··· DATA FOR THIS TASK

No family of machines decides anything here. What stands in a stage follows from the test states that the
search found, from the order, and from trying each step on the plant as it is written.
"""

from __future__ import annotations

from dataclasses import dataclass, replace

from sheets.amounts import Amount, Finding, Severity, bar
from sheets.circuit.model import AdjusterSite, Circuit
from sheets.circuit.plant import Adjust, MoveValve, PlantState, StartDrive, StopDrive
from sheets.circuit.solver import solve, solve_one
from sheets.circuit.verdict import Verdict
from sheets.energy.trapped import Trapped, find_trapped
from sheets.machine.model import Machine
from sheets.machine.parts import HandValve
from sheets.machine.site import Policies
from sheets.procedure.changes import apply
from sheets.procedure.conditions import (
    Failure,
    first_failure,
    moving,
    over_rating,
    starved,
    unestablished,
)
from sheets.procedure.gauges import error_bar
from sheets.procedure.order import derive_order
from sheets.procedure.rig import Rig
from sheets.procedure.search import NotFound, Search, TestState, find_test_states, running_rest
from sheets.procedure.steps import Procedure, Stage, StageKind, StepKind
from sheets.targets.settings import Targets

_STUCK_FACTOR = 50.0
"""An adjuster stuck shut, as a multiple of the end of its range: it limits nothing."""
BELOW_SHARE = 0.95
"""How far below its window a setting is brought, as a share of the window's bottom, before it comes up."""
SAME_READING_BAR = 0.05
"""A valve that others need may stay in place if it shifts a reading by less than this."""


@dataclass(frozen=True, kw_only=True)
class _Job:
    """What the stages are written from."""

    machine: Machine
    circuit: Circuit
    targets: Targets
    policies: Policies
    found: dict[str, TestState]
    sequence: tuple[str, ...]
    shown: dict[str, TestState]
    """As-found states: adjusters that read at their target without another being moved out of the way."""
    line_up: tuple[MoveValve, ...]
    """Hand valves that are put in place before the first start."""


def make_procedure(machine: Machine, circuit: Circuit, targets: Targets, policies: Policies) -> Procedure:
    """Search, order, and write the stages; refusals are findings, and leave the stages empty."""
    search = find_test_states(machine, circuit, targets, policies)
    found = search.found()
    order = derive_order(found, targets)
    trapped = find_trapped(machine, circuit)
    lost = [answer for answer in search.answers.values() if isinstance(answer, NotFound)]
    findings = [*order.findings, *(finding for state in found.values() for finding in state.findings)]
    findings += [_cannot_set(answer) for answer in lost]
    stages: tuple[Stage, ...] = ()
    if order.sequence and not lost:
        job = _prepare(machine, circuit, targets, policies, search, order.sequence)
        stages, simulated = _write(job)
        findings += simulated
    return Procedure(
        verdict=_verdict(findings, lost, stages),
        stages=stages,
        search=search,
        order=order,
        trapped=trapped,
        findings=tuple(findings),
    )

······

Look through the entries and copy every line in which the string "stages" appears.

    """What the stages are written from."""
    """Search, order, and write the stages; refusals are findings, and leave the stages empty."""
    stages: tuple[Stage, ...] = ()
        stages, simulated = _write(job)
        verdict=_verdict(findings, lost, stages),
        stages=stages,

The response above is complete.